──────── EXCERPTED DATA ────────

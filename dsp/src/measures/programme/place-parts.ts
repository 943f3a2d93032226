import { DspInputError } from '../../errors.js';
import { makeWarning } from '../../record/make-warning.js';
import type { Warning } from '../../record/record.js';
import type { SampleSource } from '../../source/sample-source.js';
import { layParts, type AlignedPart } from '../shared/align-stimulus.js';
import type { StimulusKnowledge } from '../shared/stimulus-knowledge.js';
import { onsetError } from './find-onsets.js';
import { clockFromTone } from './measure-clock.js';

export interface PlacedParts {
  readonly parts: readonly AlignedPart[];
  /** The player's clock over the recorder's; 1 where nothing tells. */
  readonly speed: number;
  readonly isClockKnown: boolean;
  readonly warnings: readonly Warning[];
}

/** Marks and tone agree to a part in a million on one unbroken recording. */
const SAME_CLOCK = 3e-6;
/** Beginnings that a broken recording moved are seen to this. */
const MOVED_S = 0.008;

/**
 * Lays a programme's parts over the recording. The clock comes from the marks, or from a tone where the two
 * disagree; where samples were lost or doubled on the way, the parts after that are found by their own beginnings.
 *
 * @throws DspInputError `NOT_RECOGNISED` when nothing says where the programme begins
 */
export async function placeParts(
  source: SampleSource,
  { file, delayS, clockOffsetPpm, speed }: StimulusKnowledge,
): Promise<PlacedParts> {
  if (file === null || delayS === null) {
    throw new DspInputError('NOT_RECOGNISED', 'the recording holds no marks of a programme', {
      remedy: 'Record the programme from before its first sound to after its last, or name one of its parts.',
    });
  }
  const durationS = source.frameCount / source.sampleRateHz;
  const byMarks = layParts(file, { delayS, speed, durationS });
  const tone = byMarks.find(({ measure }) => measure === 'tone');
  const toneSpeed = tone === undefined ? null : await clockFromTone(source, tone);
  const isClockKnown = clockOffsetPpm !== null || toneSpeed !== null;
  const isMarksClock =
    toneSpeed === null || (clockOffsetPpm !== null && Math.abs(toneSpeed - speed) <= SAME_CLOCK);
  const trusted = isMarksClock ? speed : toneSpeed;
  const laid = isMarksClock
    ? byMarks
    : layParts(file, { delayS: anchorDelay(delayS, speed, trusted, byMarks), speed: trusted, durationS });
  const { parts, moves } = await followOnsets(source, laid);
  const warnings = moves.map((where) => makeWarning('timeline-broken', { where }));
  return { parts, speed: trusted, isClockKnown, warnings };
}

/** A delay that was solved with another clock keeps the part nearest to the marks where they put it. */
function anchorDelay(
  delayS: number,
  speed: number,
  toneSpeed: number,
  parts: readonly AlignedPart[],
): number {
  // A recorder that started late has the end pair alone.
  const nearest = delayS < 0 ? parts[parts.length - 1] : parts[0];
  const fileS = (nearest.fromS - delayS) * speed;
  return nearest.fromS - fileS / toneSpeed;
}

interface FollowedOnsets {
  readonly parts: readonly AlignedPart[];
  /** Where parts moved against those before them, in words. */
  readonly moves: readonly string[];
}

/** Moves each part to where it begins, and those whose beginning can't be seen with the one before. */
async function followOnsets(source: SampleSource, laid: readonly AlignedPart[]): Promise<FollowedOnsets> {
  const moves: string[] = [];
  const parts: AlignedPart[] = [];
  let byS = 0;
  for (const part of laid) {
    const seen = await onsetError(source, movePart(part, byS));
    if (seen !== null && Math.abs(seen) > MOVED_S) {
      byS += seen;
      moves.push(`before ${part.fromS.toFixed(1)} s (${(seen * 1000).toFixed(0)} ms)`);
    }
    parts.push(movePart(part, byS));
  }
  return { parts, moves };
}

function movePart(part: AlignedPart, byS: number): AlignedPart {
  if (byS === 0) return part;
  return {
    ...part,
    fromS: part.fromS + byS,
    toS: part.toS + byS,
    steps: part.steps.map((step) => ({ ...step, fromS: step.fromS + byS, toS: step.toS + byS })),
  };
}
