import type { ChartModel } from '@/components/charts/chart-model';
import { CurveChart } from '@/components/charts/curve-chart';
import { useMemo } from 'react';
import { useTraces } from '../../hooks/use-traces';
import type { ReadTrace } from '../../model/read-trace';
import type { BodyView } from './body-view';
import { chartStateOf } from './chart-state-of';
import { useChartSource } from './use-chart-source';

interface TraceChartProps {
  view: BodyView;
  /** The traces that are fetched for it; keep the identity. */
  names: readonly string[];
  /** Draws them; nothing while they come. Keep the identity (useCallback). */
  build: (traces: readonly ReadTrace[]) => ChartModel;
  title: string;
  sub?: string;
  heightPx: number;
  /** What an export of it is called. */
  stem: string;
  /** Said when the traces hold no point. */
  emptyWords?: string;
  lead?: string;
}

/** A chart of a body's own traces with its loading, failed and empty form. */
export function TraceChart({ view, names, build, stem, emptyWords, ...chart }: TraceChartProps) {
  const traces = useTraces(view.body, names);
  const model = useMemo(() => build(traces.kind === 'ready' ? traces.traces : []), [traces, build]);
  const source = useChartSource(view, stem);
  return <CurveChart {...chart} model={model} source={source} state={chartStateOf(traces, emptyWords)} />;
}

────────

> _GOAL OF THE EXERCISE_: If a line in the material above holds "names", copy it.

> _REPLY_:
  names: readonly string[];
export function TraceChart({ view, names, build, stem, emptyWords, ...chart }: TraceChartProps) {
  const traces = useTraces(view.body, names);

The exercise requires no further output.